Consider the following guidelines when maintaining file-based catalogs.
The general advice with Operator Lifecycle Manager (OLM) is that bundle images and their metadata should be treated as immutable.
If a broken bundle has been pushed to a catalog, you must assume that at least one of your users has upgraded to that bundle. Based on that assumption, you must release another bundle with an upgrade edge from the broken bundle to ensure users with the broken bundle installed receive an upgrade. OLM will not reinstall an installed bundle if the contents of that bundle are updated in the catalog.
However, there are some cases where a change in the catalog metadata is preferred:
Channel promotion: If you already released a bundle and later decide that you would like to add it to another channel, you can add an entry for your bundle in another olm.channel
blob.
New upgrade edges: If you release a new 1.2.z
bundle version, for example 1.2.4
, but 1.3.0
is already released, you can update the catalog metadata for 1.3.0
to skip 1.2.4
.
Catalog metadata should be stored in source control and treated as the source of truth. Updates to catalog images should include the following steps:
Update the source-controlled catalog directory with a new commit.
Build and push the catalog image. Use a consistent tagging taxonomy, such as :latest
or :<target_cluster_version>
, so that users can receive updates to a catalog as they become available.

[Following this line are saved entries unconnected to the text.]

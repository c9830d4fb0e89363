import { Router, type RequestHandler } from 'express';
import { BidInput, DeclineInput } from '@kerfmark/contracts';
import { parse, parseId } from '../lib/parse';
import { allow } from '../middleware/allow';
import type { Services } from '../services';

/** Bids: the shops' sealed bids, purchasing's comparison, and the close of bidding. */
export function bidRoutes(services: Services, requireAuth: RequestHandler): Router {
  const router = Router();
  const shop = [requireAuth, allow({ kind: 'die_shop' })];
  const printer = [requireAuth, allow({ kind: 'printer' })];
  const requestId = (value: unknown) => parseId(value, 'That die request');

  router.post('/requests/:id/bids', ...shop, async (req, res) => {
    res.status(201).json(await services.bids.submit(req.user!, requestId(req.params.id), parse(BidInput, req.body)));
  });
  router.get('/estimate-aid', ...shop, async (req, res) => {
    res.json(await services.bids.estimateAid(req.user!));
  });
  router.get('/requests/:id/my-bid', ...shop, async (req, res) => {
    res.json(await services.bids.mine(req.user!, requestId(req.params.id)));
  });
  router.post('/requests/:id/decline', ...shop, async (req, res) => {
    await services.bids.decline(req.user!, requestId(req.params.id), parse(DeclineInput, req.body).reason);
    res.status(204).end();
  });
  router.patch('/bids/:id', ...shop, async (req, res) => {
    res.json(await services.bids.revise(req.user!, parseId(req.params.id, 'That bid'), parse(BidInput, req.body)));
  });
  router.post('/bids/:id/withdraw', ...shop, async (req, res) => {
    res.json(await services.bids.withdraw(req.user!, parseId(req.params.id, 'That bid')));
  });

  router.get('/requests/:id/bids', ...printer, async (req, res) => {
    res.json(await services.bids.compare(req.user!, requestId(req.params.id)));
  });
  router.post('/requests/:id/close-bidding', ...printer, async (req, res) => {
    res.json(await services.bids.closeBidding(req.user!, requestId(req.params.id)));
  });

  return router;
}
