import { copyFile, mkdtemp, readdir, rm, writeFile } from 'node:fs/promises';
import os from 'node:os';
import path from 'node:path';
import { createStorage } from '@kerfmark/storage';
import { pino } from 'pino';
import request from 'supertest';
import { afterAll, describe, expect, it } from 'vitest';
import { createApp } from '../app';
import { createKnex } from '../db/knex';
import { migrationsDir, pendingMigrations } from '../db/migrate';
import { createJobQueues } from '../lib/jobQueues';
import { createRedis } from '../lib/redis';
import { app, knex, storage, testConfig } from '../test/harness';

// Dependencies that are down, stood in for by loopback port 9 (discard), where nothing listens.
const DEAD_PORT = 9;
const closers: Array<() => Promise<unknown>> = [];
afterAll(async () => {
  for (const close of closers) await close().catch(() => undefined);
});

function appWith(down: 'database' | 'redis' | 'storage') {
  const appKnex = down === 'database' ? createKnex(`postgres://kerfmark@127.0.0.1:${DEAD_PORT}/kerfmark_test`) : knex;
  const redis = createRedis(down === 'redis' ? `redis://127.0.0.1:${DEAD_PORT}` : testConfig.redisUrl);
  redis.on('error', () => undefined);
  const queues = createJobQueues(testConfig.redisUrl, pino({ level: 'silent' }));
  const appStorage =
    down === 'storage' ? createStorage({ ...testConfig.storage, endpoint: `http://127.0.0.1:${DEAD_PORT}` }) : storage;
  closers.push(
    () => queues.close(),
    () => redis.quit(),
    ...(down === 'database' ? [() => appKnex.destroy()] : []),
  );
  return createApp({
    config: testConfig,
    knex: appKnex,
    redis,
    logger: pino({ level: 'silent' }),
    emails: queues.emails,
    analyses: queues.analyses,
    reminders: queues.reminders,
    storage: appStorage,
  });
}

describe('health', () => {
  it('is live and ready with every dependency up and the schema current', async () => {
    const live = await request(app).get('/api/health/live');
    expect(live.status).toBe(200);
    expect(live.body).toEqual({ status: 'live' });
    for (const url of ['/api/health/ready', '/api/health']) {
      const ready = await request(app).get(url);
      expect(ready.status, JSON.stringify(ready.body)).toBe(200);
      expect(ready.headers['cache-control']).toBe('no-store');
      expect(ready.body).toEqual({
        status: 'ready',
        checks: {
          database: { status: 'up' },
          redis: { status: 'up' },
          storage: { status: 'up' },
          migrations: { status: 'up' },
        },
      });
    }
  });

  it.each(['database', 'redis', 'storage'] as const)(
    'is not ready (503) while the %s is down, and still live',
    async (down) => {
      const broken = appWith(down);
      const ready = await request(broken).get('/api/health/ready');
      expect(ready.status).toBe(503);
      expect(ready.body.status).toBe('not_ready');
      expect(ready.body.checks[down]).toEqual({ status: 'down', error: 'unreachable' });
      for (const other of (['database', 'redis', 'storage'] as const).filter((name) => name !== down))
        expect(ready.body.checks[other]).toEqual({ status: 'up' });
      // Without the database the migrations cannot be compared: not ready either way.
      expect(ready.body.checks.migrations.status).toBe(down === 'database' ? 'down' : 'up');
      expect((await request(broken).get('/api/health')).status).toBe(503);
      expect((await request(broken).get('/api/health/live')).status).toBe(200);
    },
  );
});

describe('pendingMigrations', () => {
  it('lists the migration files the database has not applied, and nothing when it is current', async () => {
    expect(await pendingMigrations(knex)).toEqual([]);
    const dir = await mkdtemp(path.join(os.tmpdir(), 'kerfmark-migrations-'));
    try {
      for (const name of await readdir(migrationsDir))
        await copyFile(path.join(migrationsDir, name), path.join(dir, name));
      await writeFile(
        path.join(dir, '29991231000000_next.ts'),
        'export async function up() {}\nexport async function down() {}\n',
      );
      expect(await pendingMigrations(knex, dir)).toEqual(['29991231000000_next.ts']);
    } finally {
      await rm(dir, { recursive: true, force: true });
    }
  });
});
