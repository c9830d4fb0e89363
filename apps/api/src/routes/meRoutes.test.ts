import request from 'supertest';
import { describe, expect, it } from 'vitest';
import { app, createOpenRequest, createShop, createWorld, knex } from '../test/harness';
import { bidBody, inDays } from '../test/fixtures';

const bearer = (token: string) => ({ Authorization: `Bearer ${token}` });

describe('notification preferences', () => {
  it('starts with every e-mail on, and keeps what the user turns off', async () => {
    const w = await createWorld();
    const start = await request(app).get('/api/me/preferences').set(bearer(w.tokens.estimator));
    expect(Object.values(start.body.email).every(Boolean)).toBe(true);
    const saved = await request(app)
      .put('/api/me/preferences')
      .set(bearer(w.tokens.estimator))
      .send({ email: { bid_deadline_24h: false } });
    expect(saved.body.email.bid_deadline_24h).toBe(false);
    expect(saved.body.email.award_won).toBe(true);
    const bad = await request(app)
      .put('/api/me/preferences')
      .set(bearer(w.tokens.estimator))
      .send({ email: { no_such_kind: false } });
    expect(bad.status).toBe(400);
  });
});

describe('length units', () => {
  it('shows lengths in the organisation’s units until the user chooses otherwise, and back', async () => {
    const w = await createWorld();
    const me = async () => (await request(app).get('/api/me').set(bearer(w.tokens.buyer))).body;
    expect((await me()).lengthUnits).toBe('in'); // a US organisation
    const chosen = await request(app)
      .put('/api/me/preferences')
      .set(bearer(w.tokens.buyer))
      .send({ lengthUnits: 'mm' });
    expect(chosen.status).toBe(200);
    expect(chosen.body).toMatchObject({ lengthUnits: 'mm', organisationLengthUnits: 'in' });
    expect(Object.values(chosen.body.email).every(Boolean)).toBe(true); // the e-mail choices untouched
    expect((await me()).lengthUnits).toBe('mm');
    // Another user of the same organisation keeps the default.
    expect((await request(app).get('/api/me').set(bearer(w.tokens.purchasing))).body.lengthUnits).toBe('in');
    await request(app).put('/api/me/preferences').set(bearer(w.tokens.buyer)).send({ lengthUnits: null });
    expect((await me()).lengthUnits).toBe('in');
    const bad = await request(app).put('/api/me/preferences').set(bearer(w.tokens.buyer)).send({ lengthUnits: 'cm' });
    expect(bad.status).toBe(400);
  });

  it('keeps a locale of the user’s own beside the organisation’s', async () => {
    const w = await createWorld();
    const me = async () => (await request(app).get('/api/me').set(bearer(w.tokens.buyer))).body;
    expect((await me()).locale).toBe('en-US');
    const chosen = await request(app).put('/api/me/preferences').set(bearer(w.tokens.buyer)).send({ locale: 'en-GB' });
    expect(chosen.body).toMatchObject({ locale: 'en-GB', organisationLocale: 'en-US', lengthUnits: null });
    expect((await me()).locale).toBe('en-GB');
    const bad = await request(app).put('/api/me/preferences').set(bearer(w.tokens.buyer)).send({ locale: 'fr-FR' });
    expect(bad.status).toBe(400);
  });

  it('follows an organisation whose default is millimetres (those outside the US, from the migration)', async () => {
    const w = await createWorld();
    await knex('organisations').where({ id: w.printer.id }).update({ country: 'DE', lengthUnits: 'mm' });
    expect((await request(app).get('/api/me').set(bearer(w.tokens.buyer))).body.lengthUnits).toBe('mm');
  });
});

describe('the buyer’s dashboard', () => {
  it('lists a request whose need-by date the lead time cannot meet, and the coming deadlines', async () => {
    const w = await createWorld();
    // Needed in 3 days with 5 working days of lead time allowed and no bid yet: at risk.
    const tight = await createOpenRequest(w, { needByDate: inDays(3), deadline: new Date(Date.now() + 86_400_000) });
    const easy = await createOpenRequest(w, { needByDate: inDays(60) });
    const res = await request(app).get('/api/me/dashboard').set(bearer(w.tokens.buyer));
    expect(res.status).toBe(200);
    const risky = res.body.atRisk.map((r: { requestId: number }) => r.requestId);
    expect(risky).toContain(tight.id);
    expect(risky).not.toContain(easy.id);
    expect(res.body.atRisk[0].reason).toMatch(/5 working days of lead time/);
    expect(
      res.body.upcoming
        .filter((u: { requestId: number; kind: string }) => u.requestId === tight.id)
        .map((u: { kind: string }) => u.kind)
        .sort(),
    ).toEqual(['bid_deadline', 'need_by']);
    const other = await createWorld();
    const theirs = await request(app).get('/api/me/dashboard').set(bearer(other.tokens.buyer));
    expect(theirs.body.atRisk.map((r: { requestId: number }) => r.requestId)).not.toContain(tight.id);
  });
});

describe('the die shop’s record', () => {
  it('counts open bids, wins and losses, and says of a lost job only that it went elsewhere', async () => {
    const w = await createWorld();
    const rival = await createShop();
    const bid = (requestId: number, token: string, dieCents: number) =>
      request(app).post(`/api/requests/${requestId}/bids`).set(bearer(token)).send(bidBody(dieCents));
    const award = async (requestId: number, bidId: number) => {
      await request(app).post(`/api/requests/${requestId}/close-bidding`).set(bearer(w.tokens.purchasing));
      const res = await request(app)
        .post(`/api/requests/${requestId}/award`)
        .set(bearer(w.tokens.purchasing))
        .send({ bidId, reason: 'Chosen for the lead time.' });
      expect(res.status, JSON.stringify(res.body)).toBe(200);
    };
    const won = await createOpenRequest(w);
    const lost = await createOpenRequest(w);
    const pending = await createOpenRequest(w);
    const mine = await bid(won.id, w.tokens.estimator, 60_000);
    await bid(lost.id, w.tokens.estimator, 70_000);
    const theirs = await bid(lost.id, rival.token, 65_000);
    await bid(pending.id, w.tokens.estimator, 50_000);
    await award(won.id, mine.body.id);
    await award(lost.id, theirs.body.id);

    const res = await request(app).get('/api/me/dashboard').set(bearer(w.tokens.estimator));
    expect(res.status).toBe(200);
    // Won 1 of 2 decided (both awarded today), one bid still open, nothing shipped yet.
    expect(res.body.shopRecord).toMatchObject({
      openBids: 1,
      won: 1,
      lost: 1,
      winRate90: 0.5,
      winRate365: 0.5,
      shipped: 0,
      onTimeRate: null,
    });
    const gone = res.body.shopRecord.recent.find((j: { requestId: number }) => j.requestId === lost.id);
    expect(gone).toMatchObject({ outcome: 'elsewhere', myDieCents: 70_000, band: null });
    // Nothing of the winner reaches the losing shop: not its name, not its price.
    const text = JSON.stringify(res.body);
    expect(text).not.toContain(rival.shop.name);
    expect(text).not.toContain('65000');
    expect((await request(app).get('/api/me/dashboard').set(bearer(w.tokens.buyer))).body.shopRecord).toBeNull();
  });
});
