import { Router, type RequestHandler } from 'express';
import multer from 'multer';
import { ImportMapping, PriceHistoryQuery } from '@kerfmark/contracts';
import { HttpError } from '../lib/httpError';
import { parse } from '../lib/parse';
import { allow } from '../middleware/allow';
import type { Services } from '../services';

const MAX_CSV_BYTES = 5 * 1024 * 1024;
const csvUpload = multer({
  storage: multer.memoryStorage(),
  limits: { fileSize: MAX_CSV_BYTES, files: 1, fields: 4, fieldSize: 20_000 },
}).single('file');

/** The CSV of an import, from a multipart upload: a clear 413 past the size limit. */
const readCsv: RequestHandler = (req, res, next) => {
  csvUpload(req, res, (error: unknown) => {
    if (error instanceof multer.MulterError && error.code === 'LIMIT_FILE_SIZE')
      return next(new HttpError(413, 'file_too_large', 'The CSV is larger than 5 MB; split it and import the parts.'));
    if (error)
      return next(new HttpError(400, 'bad_upload', 'The upload was not understood. Send the CSV in the field "file".'));
    if (!req.file)
      return next(new HttpError(400, 'validation_failed', 'Choose a CSV file.', { file: 'Choose a file' }));
    const text = req.file.buffer.toString('utf8');
    if (text.includes('\u0000')) return next(new HttpError(415, 'unsupported_file', 'That is not a text CSV file.'));
    res.locals.csv = text;
    next();
  });
};

/** The printer's price history: every printer role reads it; purchasing and admins import. */
export function priceHistoryRoutes(services: Services, requireAuth: RequestHandler): Router {
  const router = Router();
  router.use(requireAuth, allow({ kind: 'printer' }));
  const importers = allow({ roles: ['purchasing', 'admin'] });

  router.get('/', async (req, res) => {
    res.json(await services.priceHistory.list(req.user!, parse(PriceHistoryQuery, req.query)));
  });

  router.get('/export.csv', async (req, res) => {
    const csv = await services.priceHistory.csv(req.user!, parse(PriceHistoryQuery, req.query));
    res
      .set({
        'Content-Type': 'text/csv; charset=utf-8',
        'Content-Disposition': 'attachment; filename="price-history.csv"',
      })
      .send(csv);
  });

  router.get('/fit', async (req, res) => {
    res.json(await services.priceHistory.fit(req.user!, parse(PriceHistoryQuery, req.query)));
  });

  router.post('/import/preview', importers, readCsv, async (_req, res) => {
    res.json(services.priceHistory.preview(res.locals.csv as string));
  });

  router.post('/import', importers, readCsv, async (req, res) => {
    let mapping: unknown;
    try {
      mapping = JSON.parse(String(req.body?.mapping ?? '{}'));
    } catch {
      throw new HttpError(400, 'validation_failed', 'The column mapping is not valid JSON.', { mapping: 'Not valid' });
    }
    res
      .status(201)
      .json(await services.priceHistory.importCsv(req.user!, res.locals.csv as string, parse(ImportMapping, mapping)));
  });

  return router;
}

For instructions about creating file-based catalogs by using the opm
CLI, see Managing custom catalogs.
For reference documentation about the opm
CLI commands related to managing file-based catalogs, see CLI tools.

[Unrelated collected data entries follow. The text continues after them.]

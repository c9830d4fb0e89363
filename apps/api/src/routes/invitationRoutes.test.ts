import request from 'supertest';
import { describe, expect, it } from 'vitest';
import { app, createWorld, unique, waitForEmail } from '../test/harness';

function tokenFrom(text: string): string {
  const match = /accept-invitation\?token=([A-Za-z0-9_-]+)/.exec(text);
  if (!match) throw new Error(`no invitation link in:\n${text}`);
  return match[1]!;
}

describe('invitations', () => {
  it('e-mails an invitation through the outbox and the worker, and the link creates the account', async () => {
    const { tokens, printer } = await createWorld();
    const email = `invitee-${unique()}@test.example`;
    const created = await request(app)
      .post('/api/users')
      .set('Authorization', `Bearer ${tokens.printerAdmin}`)
      .send({ email: email.toUpperCase(), name: 'Sam Ortiz', role: 'purchasing' });
    expect(created.status).toBe(201);
    expect(created.body).toMatchObject({ email, role: 'purchasing', status: 'pending' });
    expect(created.body).not.toHaveProperty('tokenHash');

    // Captured from the real SMTP catcher: plain-text part, organisation, link back.
    const message = await waitForEmail(email);
    expect(message.subject).toContain(printer.name);
    expect(message.text).toContain('Hello Sam Ortiz');
    expect(message.text).toMatch(/CST|CDT/); // the organisation's time zone (America/Chicago)
    expect(message.html).toContain('Accept the invitation');
    const token = tokenFrom(message.text);

    const preview = await request(app).get(`/api/invitations/preview?token=${token}`);
    expect(preview.status).toBe(200);
    expect(preview.body).toEqual({ email, name: 'Sam Ortiz', role: 'purchasing', organisationName: printer.name });

    const weak = await request(app).post('/api/invitations/accept').send({ token, password: 'short' });
    expect(weak.status).toBe(400);
    expect(weak.body.error.fields.password).toMatch(/10 characters/);

    const accepted = await request(app)
      .post('/api/invitations/accept')
      .send({ token, password: 'a long enough password' });
    expect(accepted.status).toBe(201);
    const me = await request(app).get('/api/me').set('Authorization', `Bearer ${accepted.body.token}`);
    expect(me.body).toMatchObject({ email, role: 'purchasing', organisation: { id: printer.id } });

    // The link is spent: a second click, or a double submit, creates nothing.
    const again = await request(app)
      .post('/api/invitations/accept')
      .send({ token, password: 'a long enough password' });
    expect(again.status).toBe(410);
    const login = await request(app).post('/api/auth/login').send({ email, password: 'a long enough password' });
    expect(login.status).toBe(200);
  });

  it('accepts two simultaneous clicks on one link once', async () => {
    const { tokens } = await createWorld();
    const email = `double-${unique()}@test.example`;
    await request(app)
      .post('/api/users')
      .set('Authorization', `Bearer ${tokens.printerAdmin}`)
      .send({ email, name: 'Double Click', role: 'buyer' });
    const token = tokenFrom((await waitForEmail(email)).text);
    const results = await Promise.all(
      [1, 2, 3].map(() =>
        request(app).post('/api/invitations/accept').send({ token, password: 'a long enough password' }),
      ),
    );
    expect(results.map((r) => r.status).sort()).toEqual([201, 410, 410]);
  });

  it('refuses a role the organisation does not have, and a second live invitation', async () => {
    const { tokens } = await createWorld();
    const wrongRole = await request(app)
      .post('/api/users')
      .set('Authorization', `Bearer ${tokens.shopAdmin}`)
      .send({ email: `x-${unique()}@test.example`, name: 'X', role: 'purchasing' });
    expect(wrongRole.status).toBe(400);
    expect(wrongRole.body.error.fields.role).toBeTruthy();

    const email = `twice-${unique()}@test.example`;
    const body = { email, name: 'Twice', role: 'buyer' };
    expect(
      (await request(app).post('/api/users').set('Authorization', `Bearer ${tokens.printerAdmin}`).send(body)).status,
    ).toBe(201);
    const second = await request(app)
      .post('/api/users')
      .set('Authorization', `Bearer ${tokens.printerAdmin}`)
      .send(body);
    expect(second.status).toBe(409);
    expect(second.body.error.fields.email).toBeTruthy();
  });

  it('answers an address with an account elsewhere as any invitation, and tells only the address', async () => {
    const { tokens, users } = await createWorld();
    const invite = (email: string) =>
      request(app)
        .post('/api/users')
        .set('Authorization', `Bearer ${tokens.printerAdmin}`)
        .send({ email, name: 'Someone', role: 'buyer' });
    // The estimator works at the die shop: the printer's admin must not learn that.
    const elsewhere = await invite(users.estimator.email);
    const fresh = await invite(`fresh-${unique()}@test.example`);
    expect(elsewhere.status).toBe(201);
    expect(Object.keys(elsewhere.body).sort()).toEqual(Object.keys(fresh.body).sort());
    expect(elsewhere.body).toMatchObject({ status: fresh.body.status, role: 'buyer' });
    const mail = await waitForEmail(users.estimator.email, 'invited you');
    expect(mail.text).toContain('already has a Kerfmark account');
    expect(mail.text).not.toContain('accept-invitation?token=');

    // Someone already in the organisation is a conflict its admin can see anyway.
    const mine = await invite(users.buyer.email);
    expect(mine.status).toBe(409);
    expect(mine.body.error.fields.email).toBe('Already in your team');
  });

  it('revokes a link, and resending issues a new one that replaces the old', async () => {
    const { tokens } = await createWorld();
    const email = `resend-${unique()}@test.example`;
    const created = await request(app)
      .post('/api/users')
      .set('Authorization', `Bearer ${tokens.printerAdmin}`)
      .send({ email, name: 'Resend Me', role: 'buyer' });
    const oldToken = tokenFrom((await waitForEmail(email)).text);
    const resent = await request(app)
      .post(`/api/invitations/${created.body.id}/resend`)
      .set('Authorization', `Bearer ${tokens.printerAdmin}`);
    expect(resent.status).toBe(200);
    expect((await request(app).get(`/api/invitations/preview?token=${oldToken}`)).status).toBe(410);

    const revoked = await request(app)
      .post(`/api/invitations/${created.body.id}/revoke`)
      .set('Authorization', `Bearer ${tokens.printerAdmin}`);
    expect(revoked.body.status).toBe('revoked');
    const list = await request(app).get('/api/invitations').set('Authorization', `Bearer ${tokens.printerAdmin}`);
    expect(list.body.find((i: { id: number }) => i.id === created.body.id).status).toBe('revoked');
  });

  it('answers a made-up token with 410 and a short one with 400', async () => {
    expect((await request(app).get(`/api/invitations/preview?token=${'x'.repeat(43)}`)).status).toBe(410);
    expect((await request(app).get('/api/invitations/preview?token=abc')).status).toBe(400);
  });
});
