describe('labelSheet', () => {
  it('kiss cuts twelve 3.5 × 1.5 in labels with 1/8 in corners, 2 across × 6 along', () => {
    const demo = request('LPC-24130');
    const m = measure(dxfOf(demo));
    // One label: 2(3.5 + 1.5) − 8r + 2πr with r = 0.125 (four straight sides, four quarter circles).
    const label = 2 * (3.5 + 1.5) - 8 * 0.125 + 2 * PI * 0.125;
    expect(m.length.kiss).toBeCloseTo(12 * label, 6);
    // Sheet edge: labels, 0.25 in gaps and a 0.5 in margin: 2(3.5) + 0.25 + 1 by 6(1.5) + 5(0.25) + 1.
    expect(m.length.cut).toBeCloseTo(2 * (8.25 + 11.25), 6);
    expect(m.bbox.width).toBeCloseTo(8.25, 9);
    expect(m.bbox.height).toBeCloseTo(11.25, 9);
    expect(m.closedContours).toBe(2 * 6 + 1); // across × along labels and the sheet edge
    expect(m.closedContours - 1).toBe(demo.fields.ups);
    expect(m.minRadius).toBeCloseTo(0.125, 9);
    expect(m.warnings).toEqual([]);
  });

  it('kiss cuts the sample-pack sheet: twelve 2 × 3 in labels, 4 across × 3 along, 1/4 in corners', () => {
    const m = measure(history['Sample-pack label sheet']());
    expect(m.length.kiss).toBeCloseTo(12 * (2 * (2 + 3) - 8 * 0.25 + 2 * PI * 0.25), 6);
    // 4(2) + 3(0.125) + 1 = 9.375 by 3(3) + 2(0.125) + 1 = 10.25.
    expect(m.length.cut).toBeCloseTo(2 * (9.375 + 10.25), 6);
    expect(m.closedContours).toBe(4 * 3 + 1);
  });
});

describe('doorHanger', () => {
  it('draws the 4.25 × 12 in hanger: hole, slit and a perforated coupon 3 in up', () => {
    const demo = request('LPC-24152');
    const m = measure(dxfOf(demo));
    // Outline with two 0.5 in top corners: 2(4.25 + 12) − 4r + πr; hole 2 in across: π × 2; the
    // slit runs 30° down from the hole's centre, at 4.25/2 from the edge: 2.125 / cos 30° − 1.
    const outline = 2 * (4.25 + 12) - 4 * 0.5 + PI * 0.5;
    const slit = 2.125 / Math.cos(PI / 6) - 1;
    expect(slit).toBeCloseTo(1.45374, 4); // by hand: 2.125 / 0.86603 − 1
    expect(m.length.cut).toBeCloseTo(outline + PI * 2 + slit, 6);
    expect(m.length.perf).toBeCloseTo(4.25, 9); // straight across the width
    expect(m.closedContours).toBe(2 * Number(demo.fields.ups)); // the outline and the hole, one up
    expect(m.punches).toBe(0); // the knob hole is larger than a punch
    expect(m.bbox).toEqual({ width: 4.25, height: 12 });
    expect(m.warnings).toEqual([]);
  });

  it('draws the hotel hanger, 3.5 × 9 in with a 1 5/8 in hole and no coupon', () => {
    const m = measure(history['Hotel door hanger']());
    const slit = 1.75 / Math.cos(PI / 6) - 1.625 / 2;
    expect(m.length.cut).toBeCloseTo(2 * (3.5 + 9) - 4 * 0.5 + PI * 0.5 + PI * 1.625 + slit, 6);
    expect(m.length.perf).toBe(0);
    expect(m.closedContours).toBe(2);
  });
});

describe('shelfTalker', () => {
  it('draws a 4 × 5 in face with a 1.25 in tab folded on a crease and a perforated 1.5 in coupon', () => {
    const m = measure(history['Shelf talker with perforation']());
    // Face: bottom 4 − 2r, sides 2(5 − r), two quarter circles πr with r = 0.25; shoulders 2 × 0.5
    // beside the tab; the tab 2 × 1.25 up and 4 − 2(0.5) across.
    const cut = 4 - 0.5 + 2 * (5 - 0.25) + PI * 0.25 + 2 * 0.5 + 2 * 1.25 + 3;
    expect(cut).toBeCloseTo(20.2854, 4); // by hand: 19.5 + 0.78540
    expect(m.length.cut).toBeCloseTo(cut, 6);
    expect(m.length.crease).toBeCloseTo(4 - 2 * 0.5, 9); // the tab's fold, across the tab only
    expect(m.length.perf).toBeCloseTo(4, 9); // the coupon line across the face
    expect(m.closedContours).toBe(1);
    expect(m.bbox.width).toBeCloseTo(4, 9);
    expect(m.bbox.height).toBeCloseTo(5 + 1.25, 9);
    expect(m.warnings).toEqual([]);
  });
});

describe('pizzaBox', () => {
  it('draws a 10 in pizza box with 1.75 in walls in one piece', () => {
    const m = measure(history['Pizza box, 1 up']());
    const [s, d, flap, r] = [10, 1.75, 1.5, 0.5]; // lid flaps 1/4 in under the wall; tuck corners r
    const outline =
      (2 * d + s) * 3 + // bottom edge and both side edges up to the lid
      2 * d + // tops of the back ears
      4 * Math.SQRT2 * flap + // 45° ends of the two lid side flaps
      2 * (s - 2 * flap) + // the side flaps' edges
      2 * (flap - r) + // the tuck's sides
      PI * r + // two quarter-circle tuck corners
      (s - 2 * r); // the tuck's edge
    expect(m.length.cut).toBeCloseTo(outline + 4 * d, 6); // and four slits parting ears from side walls
    // Two long folds through ears, side walls and lid flaps (2d + 2s each), four folds across (s each).
    expect(m.length.crease).toBeCloseTo(2 * (2 * d + 2 * s) + 4 * s, 9); // 87 in
    expect(m.closedContours).toBe(1);
    expect(m.bbox.width).toBeCloseTo(2 * d + s, 9);
    expect(m.bbox.height).toBeCloseTo(2 * d + 2 * s + flap, 9);
    expect(m.warnings).toEqual([]);
  });
});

Operator authors and catalog maintainers are encouraged to automate their catalog maintenance with CI/CD workflows. Catalog maintainers can further improve on this by building GitOps automation to accomplish the following tasks:
Check that pull request (PR) authors are permitted to make the requested changes, for example by updating their package’s image reference.
Check that the catalog updates pass the opm validate
command.
Check that the updated bundle or catalog image references exist, the catalog images run successfully in a cluster, and Operators from that package can be successfully installed.
Automatically merge PRs that pass the previous checks.
Automatically rebuild and republish the catalog image.